The Albemarle County Board of Supervisors on Wednesday, July 5, deferred a decision on Glen Oaks, a cluster of about 30 new homes to be built near the Glenmore neighborhood south of Route 250 in eastern Albemarle. The plan reached the board on an appeal from the Planning Commission, which in May rejected the rural development plan over groundwater issues.
“The concern was that the concentration of the cluster was in an area that is a difficult groundwater area and was very close to the Running Deer subdivision, which has experienced some groundwater problems,” Supervisors Chair Dennis Rooker says.
Sterling Proffitt, who lives in the adjacent Running Deer neighborhood and spoke at the meeting, says one in four residents in the neighborhood has had well problems.
A groundwater study conducted by hydro-geologists hired by the Glen Oaks developer, KG Associates, showed there wasn’t a problem, says KG’s Don Franco.
But Rooker says groundwater can be complicated and difficult to predict. “If you have larger lots you’re more likely to find a good well site. As a practical matter it doesn’t make sense to cluster right beside an area [that has had well problems],” he says.
Wells are the only water option for Glen Oaks, which would sit just outside the County’s public water service.
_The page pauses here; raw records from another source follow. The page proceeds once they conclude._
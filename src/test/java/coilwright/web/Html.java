package coilwright.web;

import static org.junit.jupiter.api.Assertions.assertNotNull;

import io.restassured.response.Response;
import java.util.List;
import org.jsoup.Jsoup;
import org.jsoup.nodes.Document;
import org.jsoup.nodes.Element;
import org.jsoup.select.Elements;

/** A served page parsed into elements (jsoup), with the look-ups page tests share. */
public final class Html {
    private final Document doc;

    private Html(Document doc) {
        this.doc = doc;
    }

    public static Html of(Response response) {
        return new Html(Jsoup.parse(response.asString()));
    }

    public static Html of(String html) {
        return new Html(Jsoup.parse(html));
    }

    public Document doc() {
        return doc;
    }

    /** The element with this id (ids may hold dots and brackets: no CSS escaping needed); fails when absent. */
    public Element id(String id) {
        Element e = doc.getElementById(id);
        assertNotNull(e, "no element with id " + id);
        return e;
    }

    public boolean has(String id) {
        return doc.getElementById(id) != null;
    }

    /** Elements matching a CSS selector. */
    public Elements all(String css) {
        return doc.select(css);
    }

    /** The value a form field shows. */
    public String value(String field) {
        return id(field).val();
    }

    /** The message beside a field, or an empty string when it has none. */
    public String error(String field) {
        Element e = doc.getElementById(field + "-error");
        return e == null ? "" : e.text();
    }

    /** The selected option's value of a select. */
    public String selected(String field) {
        Element option = id(field).selectFirst("option[selected]");
        return option == null ? "" : option.val();
    }

    /** The option values of a select, in order. */
    public List<String> options(String field) {
        return id(field).select("option").eachAttr("value");
    }

    /** The unit shown beside a field. */
    public String unit(String field) {
        Element unit = id(field).parent().selectFirst(".unit");
        return unit == null ? "" : unit.text();
    }

    /** The messages of the error summary at the top of a form (empty when the form has none). */
    public List<String> summary() {
        return doc.select(".error-summary li").eachText();
    }

    /** The whole visible text. */
    public String text() {
        return doc.body().text();
    }
}
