package coilwright.web;

import java.io.File;
import java.io.IOException;
import java.io.UncheckedIOException;
import java.nio.file.Files;
import java.nio.file.Path;
import java.time.Duration;
import java.util.Comparator;
import java.util.stream.Stream;
import org.openqa.selenium.By;
import org.openqa.selenium.JavascriptExecutor;
import org.openqa.selenium.WebDriver;
import org.openqa.selenium.WebElement;
import org.openqa.selenium.chrome.ChromeDriver;
import org.openqa.selenium.chrome.ChromeDriverService;
import org.openqa.selenium.chrome.ChromeOptions;
import org.openqa.selenium.support.ui.ExpectedConditions;
import org.openqa.selenium.support.ui.WebDriverWait;

/**
 * Headless Debian Chromium for page tests, driven through the system chromedriver so Selenium Manager
 * never downloads anything. Each browser has a fresh temporary profile, removed on {@link #close()}.
 * <pre>{@code try (Browser b = Browser.open()) { b.driver().get(app.url("/")); ... }}</pre>
 */
public final class Browser implements AutoCloseable {
    public static final String CHROMIUM = "/usr/bin/chromium";
    public static final String CHROMEDRIVER = "/usr/bin/chromedriver";

    private static final Duration NAVIGATION_TIMEOUT = Duration.ofSeconds(60);

    private final ChromeDriver driver;
    private final Path profile;

    private Browser(ChromeDriver driver, Path profile) {
        this.driver = driver;
        this.profile = profile;
    }

    /** True when Chromium and its driver are installed (CI installs them via .ci/run). */
    public static boolean available() {
        return new File(CHROMIUM).canExecute() && new File(CHROMEDRIVER).canExecute();
    }

    public static Browser open() {
        try {
            Path profile = Files.createTempDirectory("coilwright-chromium-");
            ChromeOptions options = new ChromeOptions();
            options.setBinary(CHROMIUM);
            options.addArguments("--headless", "--no-sandbox", "--disable-gpu", "--disable-dev-shm-usage",
                    "--disable-quic", "--no-first-run", "--disable-background-networking",
                    "--disable-component-update", "--disable-sync", "--user-data-dir=" + profile);
            ChromeDriverService service = new ChromeDriverService.Builder()
                    .usingDriverExecutable(new File(CHROMEDRIVER))
                    .usingAnyFreePort()
                    .build();
            ChromeDriver driver = new ChromeDriver(service, options);
            driver.manage().timeouts().pageLoadTimeout(Duration.ofSeconds(30));
            return new Browser(driver, profile);
        } catch (IOException e) {
            throw new UncheckedIOException(e);
        }
    }

    /**
     * Clicks a link or submit button and returns once the page it loads has replaced the current one and finished
     * loading. A bare {@code click()} on a form's button may return before the browser has left the old page, and
     * the next lookup then finds (or, a moment later, loses) an element of the page being replaced.
     */
    public static void follow(WebDriver d, WebElement target) {
        WebElement oldPage = d.findElement(By.tagName("html"));
        ((JavascriptExecutor) d).executeScript("arguments[0].scrollIntoView({block: 'center'});", target);
        target.click();
        WebDriverWait wait = new WebDriverWait(d, NAVIGATION_TIMEOUT);
        wait.until(ExpectedConditions.stalenessOf(oldPage));
        wait.until(x -> "complete".equals(((JavascriptExecutor) x).executeScript("return document.readyState")));
    }

    /** {@link #follow(WebDriver, WebElement)} for the first element the CSS selector finds. */
    public static void follow(WebDriver d, String css) {
        follow(d, d.findElement(By.cssSelector(css)));
    }

    /** Replaces what the field with this id holds by the text, as a user types it. */
    public static void type(WebDriver d, String fieldId, String text) {
        WebElement input = d.findElement(By.id(fieldId));
        input.clear();
        input.sendKeys(text);
    }

    public ChromeDriver driver() {
        return driver;
    }

    @Override
    public void close() {
        try {
            driver.quit();
        } finally {
            try (Stream<Path> files = Files.walk(profile)) {
                files.sorted(Comparator.reverseOrder()).forEach(p -> p.toFile().delete());
            } catch (IOException e) {
                throw new UncheckedIOException(e);
            }
        }
    }
}
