package coilwright.web;

import static coilwright.web.Browser.type;
import static org.junit.jupiter.api.Assertions.assertEquals;
import static org.junit.jupiter.api.Assertions.assertFalse;
import static org.junit.jupiter.api.Assertions.assertTrue;

import io.javalin.http.HandlerType;
import java.io.IOException;
import java.io.UncheckedIOException;
import java.nio.file.Files;
import java.nio.file.Path;
import java.time.Duration;
import java.util.ArrayList;
import java.util.List;
import org.junit.jupiter.api.Tag;
import org.junit.jupiter.api.Test;
import org.junit.jupiter.api.extension.RegisterExtension;
import org.openqa.selenium.By;
import org.openqa.selenium.Dimension;
import org.openqa.selenium.JavascriptExecutor;
import org.openqa.selenium.OutputType;
import org.openqa.selenium.Pdf;
import org.openqa.selenium.print.PageSize;
import org.openqa.selenium.print.PrintOptions;
import org.openqa.selenium.WebElement;
import org.openqa.selenium.chrome.ChromeDriver;
import org.openqa.selenium.support.ui.Select;
import org.openqa.selenium.support.ui.WebDriverWait;
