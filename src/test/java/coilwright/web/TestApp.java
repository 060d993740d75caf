package coilwright.web;

import coilwright.App;
import coilwright.service.ExampleCatalogue;
import io.restassured.RestAssured;
import io.restassured.config.JsonConfig;
import io.restassured.config.RestAssuredConfig;
import io.restassured.path.json.config.JsonPathConfig;
import java.io.IOException;
import java.io.UncheckedIOException;
import java.nio.file.Files;
import java.nio.file.Path;
import java.util.ArrayList;
import java.util.Comparator;
import java.util.List;
import java.util.Optional;
import java.util.function.UnaryOperator;
import java.util.stream.Stream;
import org.junit.jupiter.api.extension.AfterAllCallback;
import org.junit.jupiter.api.extension.BeforeAllCallback;
import org.junit.jupiter.api.extension.ExtensionContext;

/**
 * The real app on 127.0.0.1 and a free port with a temporary data directory, RestAssured pointed at it (JSON
 * decimals read as Double). Use as <pre>{@code @RegisterExtension static final TestApp APP = new TestApp();}</pre>
 * Test classes share one server, started once per test run and stopped when the run ends; a class that needs test
 * routes ({@link #withRoutes}), another config ({@link #withConfig}) or other examples ({@link #withExamples}) gets a
 * server of its own for the class.
 */
public final class TestApp implements BeforeAllCallback, AfterAllCallback {
    private static final ExtensionContext.Namespace SHARED = ExtensionContext.Namespace.create(TestApp.class);

    private final List<Route> extraRoutes = new ArrayList<>();
    private UnaryOperator<AppConfig> configure = UnaryOperator.identity();
    private Optional<ExampleCatalogue> examples = Optional.empty();
    private boolean own;
    private Server server;

    public TestApp withRoutes(Route... routes) {
        extraRoutes.addAll(List.of(routes));
        own = true;
        return this;
    }

    public TestApp withConfig(UnaryOperator<AppConfig> change) {
        this.configure = change;
        own = true;
        return this;
    }

    public TestApp withExamples(ExampleCatalogue catalogue) {
        this.examples = Optional.of(catalogue);
        own = true;
        return this;
    }

    @Override
    public void beforeAll(ExtensionContext context) {
        server = own ? new Server(configure, extraRoutes, examples)
                : context.getRoot().getStore(SHARED).computeIfAbsent(Server.class,
                        k -> new Server(UnaryOperator.identity(), List.of(), Optional.empty()), Server.class);
        useRestAssured();
    }

    @Override
    public void afterAll(ExtensionContext context) {
        RestAssured.reset();
        if (own) {
            server.close();
        }
    }

    /** Points RestAssured at this app (call again if another TestApp ran in between). */
    public void useRestAssured() {
        RestAssured.baseURI = "http://127.0.0.1";
        RestAssured.port = server.app.port();
        RestAssured.config = RestAssuredConfig.config()
                .jsonConfig(JsonConfig.jsonConfig().numberReturnType(JsonPathConfig.NumberReturnType.DOUBLE));
    }

    public App app() {
        return server.app;
    }

    public int port() {
        return server.app.port();
    }

    public Path dataDir() {
        return server.dataDir;
    }

    /** Absolute URL of a path on the running app, e.g. {@code url("/")}. */
    public String url(String path) {
        return "http://127.0.0.1:" + server.app.port() + path;
    }

    /** A running app and its data directory; closing stops it and deletes the directory. */
    private static final class Server implements AutoCloseable {
        final App app;
        final Path dataDir;

        Server(UnaryOperator<AppConfig> configure, List<Route> routes, Optional<ExampleCatalogue> examples) {
            try {
                dataDir = Files.createTempDirectory("coilwright-test-");
            } catch (IOException e) {
                throw new UncheckedIOException(e);
            }
            AppConfig config = configure.apply(AppConfig.defaults().withPort(0).withDataDir(dataDir));
            App created = examples.isPresent() ? App.create(config, routes, examples.get()) : App.create(config, routes);
            app = created.start("127.0.0.1", 0);
        }

        @Override
        public void close() {
            app.stop();
            try (Stream<Path> paths = Files.walk(dataDir)) {
                paths.sorted(Comparator.reverseOrder()).forEach(p -> p.toFile().delete());
            } catch (IOException e) {
                throw new UncheckedIOException(e);
            }
        }
    }
}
The board discussed options with Franco, including reducing the number of houses and building a more conventional development with larger lots. The developer will revise the plans to create five two-acre lots, with the rest being 21-acre lots (where houses are distributed farther from Running Deer).
To accommodate conventional development, KG Associates may need a special-use permit to cross a stream between the eastern and western sides of the site. This would put the matter before the Planning Commission again in four to six months, Franco estimates.
Franco also says KG will drill monitoring wells to gather information about the ongoing groundwater conditions.
Neighbors are concerned about water, Running Deer resident Proffitt says, but they would be satisfied with a compromise. “Sometimes eating one slice of bread and digesting it is better than choking on the whole loaf,” he says.